5.2.1 Need for Actual, Time-Synchronized Data This analysis relied on a mix of resource variability data from small operating PV facilities of various vintages and modeled projections of resource output using typical year insolation conditions. As larger PV facilities are installed and generating in the APS service territory (such as Hyder and Cotton Center), this analysis should be updated with actual operation information from those facilities. This time-synchronized output from a variety of PV resources will provide an enhanced understanding of the impact of geographic diversity on operating reserves. Further, the data from current-generation PV technologies will refine the understanding of the variability from individual large-scale facilities.

5.2.2 Forecasting Accuracy This analysis did not look at improvements over the simple solar forecasting method outlined in Section 2. Future forecast methods that improve upon a persistence forecast should be able to cut this level of reserves and hence, integration costs. For example, the forecast methodology often over predicts output at and near the peak likely due to the difference between the sun’s ramp and the profiles typically seen in new solar projects built today. Modifications in the forecasting to reflect this is an example of logic that could be easily changed if this is causing significant errors to improve forecast accuracy and reduce integration costs.

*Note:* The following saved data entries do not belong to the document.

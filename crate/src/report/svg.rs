//! A small SVG writer for the figures: a plot area with linear axes, ticks at "nice" numbers
//! (Heckbert 1990, "Nice numbers for graph labels", Graphics Gems I), and the few marks the
//! figures need.
//!
//! Why not `plotters`: its text layout on wasm32 (0.3.7) measures strings through the DOM's
//! `window`, which a Web Worker does not have, so every figure with a label panicked in the
//! page's worker. SVG text needs no measuring (the viewer lays it out), so the figures write
//! SVG themselves; the output is the same natively and in wasm.

use std::fmt::Write;

/// An sRGB colour.
#[derive(Debug, Clone, Copy, PartialEq, Eq)]
pub struct Colour(pub u8, pub u8, pub u8);

impl Colour {
    fn hex(self) -> String {
        format!("#{:02x}{:02x}{:02x}", self.0, self.1, self.2)
    }
}

/// Escapes text for SVG content and attribute values.
pub fn escape(text: &str) -> String {
    let mut out = String::with_capacity(text.len());
    for c in text.chars() {
        match c {
            '<' => out.push_str("&lt;"),
            '>' => out.push_str("&gt;"),
            '&' => out.push_str("&amp;"),
            '"' => out.push_str("&quot;"),
            '\'' => out.push_str("&apos;"),
            c if (c as u32) < 0x20 && c != '\t' && c != '\n' => out.push(' '),
            c => out.push(c),
        }
    }
    out
}

/// Font size of a title, pixels: 15, or smaller (down to 9) so that a long title fits the
/// figure's width with 8 px either side. Without measuring text (there is none in a worker),
/// a sans-serif character is taken as 0.56 of the font size wide on average (common
/// practice, no source), which errs towards fitting.
fn title_font_px(title: &str, width: f64) -> f64 {
    let chars = title.chars().count().max(1) as f64;
    ((width - 16.0) / (0.56 * chars)).clamp(9.0, 15.0)
}

/// Ticks at nice numbers (1, 2 or 5 times a power of ten) covering [lo, hi], about `target`
/// of them (Heckbert 1990). Returns the tick values and the decimals needed to print them.
pub fn nice_ticks(lo: f64, hi: f64, target: usize) -> (Vec<f64>, usize) {
    if !(lo.is_finite() && hi.is_finite()) || hi <= lo {
        return (vec![lo], 0);
    }
    let range = nice_number(hi - lo, false);
    let step = nice_number(range / (target.max(2) - 1) as f64, true);
    // step = mantissa * 10^exponent with mantissa 1, 2 or 5: ticks are whole multiples
    // k * mantissa, scaled by an exact power of ten (dividing by 10^-e rounds correctly, so
    // 3 * 0.2 comes out as 0.6).
    let exponent = step.log10().floor() as i32;
    let mantissa = (step / 10f64.powi(exponent)).round();
    let scale = |k: f64| {
        if exponent < 0 {
            k * mantissa / 10f64.powi(-exponent)
        } else {
            k * mantissa * 10f64.powi(exponent)
        }
    };
    let first = (lo / step).ceil();
    let decimals = (-exponent).max(0) as usize;
    let mut ticks = Vec::new();
    let mut k = 0.0;
    loop {
        let t = scale(first + k);
        if t > hi + step * 1e-9 || k > 1000.0 {
            break;
        }
        ticks.push(t);
        k += 1.0;
    }
    (ticks, decimals)
}

/// Heckbert's nice number near `x`: rounded to the nearest of 1, 2, 5, 10 times a power of
/// ten when `round`, otherwise the smallest of them not below `x`.
fn nice_number(x: f64, round: bool) -> f64 {
    let exponent = x.log10().floor();
    let fraction = x / 10f64.powf(exponent);
    let nice = if round {
        if fraction < 1.5 {
            1.0
        } else if fraction < 3.0 {
            2.0
        } else if fraction < 7.0 {
            5.0
        } else {
            10.0
        }
    } else if fraction <= 1.0 {
        1.0
    } else if fraction <= 2.0 {
        2.0
    } else if fraction <= 5.0 {
        5.0
    } else {
        10.0
    };
    nice * 10f64.powf(exponent)
}

/// A figure being written: a title, a plot area with two linear axes, and marks in data
/// coordinates.
pub struct Plot {
    body: String,
    width: f64,
    height: f64,
    left: f64,
    top: f64,
    right: f64,
    bottom: f64,
    x: (f64, f64),
    y: (f64, f64),
    /// Names drawn under x = 0, 1, 2, ... instead of numeric ticks.
    categories: Vec<String>,
    /// Names drawn left of y = 0, 1, 2, ... instead of numeric ticks.
    y_categories: Vec<String>,
}

/// Longest row name drawn on a y axis, in characters (longer ones end in "…").
const MAX_ROW_NAME_CHARS: usize = 14;

/// Smallest spacing of row names on a y axis, pixels (12 px text); rows closer than this are
/// named every k-th.
const MIN_ROW_NAME_SPACING_PX: f64 = 12.0;

/// Extra room above the plot area of a plot of rows, for a legend in one line
/// ([`Plot::legend_above`]) that covers no data.
pub(crate) const ROOM_FOR_LEGEND_ROW_PX: f64 = 18.0;

/// A row name shortened to [`MAX_ROW_NAME_CHARS`].
fn row_name(name: &str) -> String {
    if name.chars().count() <= MAX_ROW_NAME_CHARS {
        name.to_string()
    } else {
        let mut short: String = name.chars().take(MAX_ROW_NAME_CHARS - 1).collect();
        short.push('…');
        short
    }
}

const FONT: &str = "font-family=\"sans-serif\"";

/// How a legend entry is drawn.
#[derive(Debug, Clone, Copy, PartialEq, Eq)]
pub enum LegendMark {
    Line,
    Dashed,
    Dot,
    /// A hollow circle.
    Ring,
    Band,
}
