pub fn image(r: &Recipe, frame_rate_hz: f64, rise_s: f64) -> Imaged {
    let mut rng = ChaCha8Rng::seed_from_u64(r.seed);
    let positions = r.array.positions();
    let n = positions.len();
    let speed_spread = LogNormal::new(r.speed_mm_s.ln(), 0.15).unwrap();
    let extra = Exp::new(1.0 / r.mean_extra_interval_s).unwrap();
    let latency = LogNormal::new(0.005f64.ln(), 0.5).unwrap();
    let mut onsets: Vec<Vec<(f64, f64)>> = vec![Vec::new(); n];
    let mut truth = Vec::new();
    let mut t = 2.0;
    while t < r.duration_s - 5.0 {
        let speed = speed_spread.sample(&mut rng);
        let forward = rng.random_bool(0.5);
        let xs: Vec<f64> = positions.iter().map(|p| p[0]).collect();
        let (lo, hi) = (xs[0], xs[n - 1]);
        for (i, &x) in xs.iter().enumerate() {
            if rng.random_bool(0.05) {
                continue;
            }
            let d = if forward { x - lo } else { hi - x };
            let onset = t + d / (speed * 1e3) + latency.sample(&mut rng);
            onsets[i].push((onset, rng.random_range(0.4..1.0)));
        }
        truth.push(TrueBurst {
            start_s: t,
            fronts: Fronts::OneWay,
            speed_mm_s: Some(speed),
            direction: Some(if forward { [1.0, 0.0] } else { [-1.0, 0.0] }),
            rotation: None,
            origin_xy: None,
            liars: Vec::new(),
        });
        t += (hi - lo) / (speed * 1e3) + 4.0 + extra.sample(&mut rng);
    }
    let lone = Exp::new(0.02).unwrap();
    for o in &mut onsets {
        let mut s = lone.sample(&mut rng);
        while s < r.duration_s {
            o.push((s, rng.random_range(0.3..0.6)));
            s += lone.sample(&mut rng);
        }
    }
    let noise = Normal::new(0.0, 0.03).unwrap();
    let frames = (r.duration_s * frame_rate_hz) as usize;
    let mut traces_csv = String::from("time_s");
    for i in 0..n {
        let _ = write!(traces_csv, ",r{:03}", i + 1);
    }
    traces_csv.push('\n');
    for k in 0..frames {
        let time = k as f64 / frame_rate_hz;
        let _ = write!(traces_csv, "{time:.4}");
        for o in &onsets {
            let f: f64 = o
                .iter()
                .filter(|(s, _)| *s < time && time - s < 8.0)
                .map(|(s, a)| {
                    let dt = time - s;
                    a * (1.0 - (-dt / rise_s).exp()) * (-dt / 0.8).exp()
                })
                .sum();
            let _ = write!(traces_csv, ",{:.5}", 1.0 + f + noise.sample(&mut rng));
        }
        traces_csv.push('\n');
    }
    let mut layout_csv = String::from("site,x_um,y_um\n");
    for (i, p) in positions.iter().enumerate() {
        let _ = writeln!(layout_csv, "r{:03},{:.3},{:.3}", i + 1, p[0], p[1]);
    }
    Imaged {
        traces_csv,
        layout_csv,
        truth,
    }
}
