/// The bootstrap and the decisions of [`fit_front`] for a model already chosen.
/// `association_points` are the sites as first timed, before any was re-timed or set aside
/// against the front: the permutation test for marginal fronts runs on them, so that sites
/// set aside by a chance front cannot make it look real.
pub fn fit_chosen(
    points: &FrontPoints,
    association_points: &FrontPoints,
    track: &Track,
    choice: &ModelChoice,
    settings: &FrontSettings,
    seed: u64,
    time_step_s: Option<f64>,
) -> Result<FittedFront, NoFront> {
    let n = points.len();
    let frame = TrackFrame::of(track);
    let t = &points.t_s;
    let Some(mut best) = choice.candidate.clone() else {
        return Err(match choice.scores.first() {
            Some(s) => NoFront::new(
                NoFrontKind::Synchronous,
                format!(
                    "no propagation: one common time for all sites fits as well as any front (robust criterion {:.1} against {:.1} for {})",
                    choice.constant_criterion,
                    s.criterion,
                    model_name(s.model)
                ),
            ),
            None => NoFront::new(
                NoFrontKind::Unfitted,
                "no front model could be fitted to these sites".into(),
            ),
        });
    };
    if best.slowness.is_none() && best.analytic_ci.is_none() {
        // The origin search fits lines without intervals; the chosen one gets its own.
        if let Some(full) = fit_1d(&best.u, t, settings.estimator, settings.confidence, false) {
            best.analytic_ci = full.analytic_ci;
        }
    }
    let residuals: Vec<f64> = (0..n).map(|i| t[i] - best.predict(i)).collect();
    let model_scale_s = residual_scale(&residuals).max(time_scale_floor(time_step_s));

    let bootstrap = Bootstrap::new(&best, points, frame, settings, model_scale_s);
    let mut rng = ChaCha8Rng::seed_from_u64(seed);
    let mut counts = vec![0u32; n];
    let mut slopes: Vec<f64> = Vec::with_capacity(settings.resamples);
    for _ in 0..settings.resamples {
        counts.iter_mut().for_each(|c| *c = 0);
        for _ in 0..n {
            counts[rng.random_range(0..n)] += 1;
        }
        if let Some(s) = bootstrap.slope(&counts).filter(|s| s.is_finite()) {
            slopes.push(s);
        }
    }
    if slopes.len() < settings.resamples / 2 || slopes.len() < 20 {
        return Err(NoFront::new(
            NoFrontKind::Unfitted,
            format!(
                "only {} of {} bootstrap resamples could be fitted; the sites are too few or too alike",
                slopes.len(),
                settings.resamples
            ),
        ));
    }
    let alpha = (1.0 - settings.confidence) / 2.0;
    let lo = quantile(&slopes, alpha).unwrap_or(f64::NAN);
    let hi = quantile(&slopes, 1.0 - alpha).unwrap_or(f64::NAN);
    if lo <= 0.0 && hi >= 0.0 {
        return Err(NoFront::new(
            NoFrontKind::Synchronous,
            format!(
                "no resolvable propagation: the {:.0}% interval of the slope includes zero ({:.4} to {:.4} ms/mm)",
                settings.confidence * 100.0,
                lo * 1e6,
                hi * 1e6
            ),
        ));
    }
    if !(lo <= best.slope && best.slope <= hi) {
        return Err(NoFront::new(
            NoFrontKind::Unfitted,
            format!(
                "unstable: the {} fit's slope ({:.4} ms/mm) lies outside its own {:.0}% bootstrap interval ({:.4} to {:.4} ms/mm); the sites are too few or too irregular for this model",
                model_name(best.model),
                best.slope * 1e6,
                settings.confidence * 100.0,
                lo * 1e6,
                hi * 1e6
            ),
        ));
    }
    // The transit: how long the fitted front takes from its first to its last used site.
    let (u_lo, u_hi) = best
        .u
        .iter()
        .fold((f64::INFINITY, f64::NEG_INFINITY), |(a, b), &u| {
            (a.min(u), b.max(u))
        });
    let transit_s = best.slope.abs() * (u_hi - u_lo);
    if transit_s < settings.min_transit_sd * model_scale_s {
        return Err(NoFront::new(
            NoFrontKind::Unresolved,
            format!(
                "unresolved: a {} front would cross the sites in {:.2} ms, within {} times their timing jitter ({:.2} ms robust SD of the residuals)",
                model_name(best.model),
                transit_s * 1e3,
                settings.min_transit_sd,
                model_scale_s * 1e3
            ),
        ));
    }
    // Without propagation a fitted line's transit is about sqrt(12 / n) |z| timing SDs: only
    // a transit within PERMUTATION_BELOW_NULL_SD of those can be chance, and only then are
    // the times shuffled.
    let null_sd = (12.0 / association_points.len().max(1) as f64).sqrt() * model_scale_s;
    if transit_s < PERMUTATION_BELOW_NULL_SD * null_sd
        && association_points.len() <= PERMUTATION_MAX_SITES
    {
        let p = association_p_value(
            association_points,
            track,
            best.model,
            settings,
            time_step_s,
            seed,
        );
        if p > PERMUTATION_ALPHA {
            return Err(NoFront::new(
                NoFrontKind::Synchronous,
                format!(
                    "no propagation: a {} front crossing the sites in {:.2} ms (timing SD {:.2} ms) fits no better than the same model fitted to the times shuffled among the sites (permutation p = {:.3}, {} shuffles)",
                    model_name(best.model),
                    transit_s * 1e3,
                    model_scale_s * 1e3,
                    p,
                    PERMUTATIONS
                ),
            ));
        }
    }
    if let Some(dt) = time_step_s {
        if transit_s < settings.resolution_steps * dt {
            return Err(NoFront::new(
                NoFrontKind::Unresolved,
                format!(
                    "unresolved: the front would cross the sites in {:.3} ms, under {} time steps of {:.3} ms",
                    transit_s * 1e3,
                    settings.resolution_steps,
                    dt * 1e3
                ),
            ));
        }
    }
    let to_speed = |slope_ci: [f64; 2]| -> [f64; 2] {
        let (a, b) = (slope_ci[0].abs(), slope_ci[1].abs());
        [1.0 / (a.max(b) * 1e3), 1.0 / (a.min(b) * 1e3)]
    };
    let analytic = best
        .analytic_ci
        .filter(|ci| ci[0] * ci[1] > 0.0)
        .map(to_speed);
    let speed_mm_s = 1.0 / (best.slope.abs() * 1e3);
    let mean_t = crate::stats::mean(t).unwrap_or(0.0);
    let tss: f64 = t.iter().map(|v| (v - mean_t) * (v - mean_t)).sum();
    let r2 = if tss > 0.0 { 1.0 - best.rss / tss } else { 0.0 };
    let direction = best.slowness.map(|g| {
        let norm = libm::hypot(g[0], g[1]);
        [g[0] / norm, g[1] / norm]
    });

    let (origin_point, distance_um, direction_xy, towards_increasing) = match (best.model, frame) {
        (FrontModel::LineOneWay, TrackFrame::Line { direction }) => {
            let up = best.slope > 0.0;
            let origin_s = match best.origin {
                Origin::Along { along_um } => along_um,
                _ => 0.0,
            };
            let k = nearest(&points.along_um, origin_s);
            let sign = if up { 1.0 } else { -1.0 };
            (
                k,
                points
                    .along_um
                    .iter()
                    .map(|s| (s - origin_s).abs())
                    .collect(),
                // + 0.0 turns -0.0 into 0.0.
                Some([sign * direction[0] + 0.0, sign * direction[1] + 0.0]),
                Some(up),
            )
        }
        (FrontModel::PlaneWave, _) => {
            let k = match best.origin {
                Origin::Point { xy_um } => {
                    points.xy_um.iter().position(|x| *x == xy_um).unwrap_or(0)
                }
                _ => 0,
            };
            (k, best.u.clone(), direction, None)
        }
        _ => {
            let k = best
                .u
                .iter()
                .enumerate()
                .min_by(|a, b| a.1.total_cmp(b.1))
                .map_or(0, |(i, _)| i);
            (k, best.u.clone(), None, None)
        }
    };
    let rotation = match best.model {
        FrontModel::RingOneWay => best.rotation.map(|r| match r {
            Rotation::Ccw => RingTravel::Ccw,
            Rotation::Cw => RingTravel::Cw,
        }),
        FrontModel::RingTwoWay => Some(RingTravel::Both),
        _ => None,
    };
    let intercept = match best.model {
        FrontModel::LineOneWay => {
            best.intercept
                + best.slope
                    * match best.origin {
                        Origin::Along { along_um } => along_um,
                        _ => 0.0,
                    }
        }
        _ => best.intercept,
    };
    Ok(FittedFront {
        model: best.model,
        speed_mm_s,
        speed_ci95_mm_s: to_speed([lo, hi]),
        speed_ci95_analytic_mm_s: analytic,
        start_s: intercept,
        origin: best.origin,
        origin_point,
        direction_xy,
        rotation,
        towards_increasing,
        sites_used: n,
        r2,
        residual_rms_s: (best.rss / n as f64).sqrt(),
        timing_sd_s: model_scale_s,
        transit_s,
        distance_um,
        candidates: choice.scores.clone(),
        resamples_used: slopes.len(),
        slope_ci95_s_per_um: [lo, hi],
    })
}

When there is a large amount of solar energy integrated in the system, such as is forecasted in 2030, using one estimate for an entire hour will be inherently inaccurate even on sunny days. With 1,669 MW on the grid in 2030, sunny day ramps in the morning and afternoon are roughly 400 MW/hour. If the average for this hour is used in the forecast, the beginning and end of the hour will be off by 200 MW, which could very likely lead to CPS2 violations even if the net output of solar is perfectly understood. Changes in operations may be required when this much solar is on the system to maintain reliability.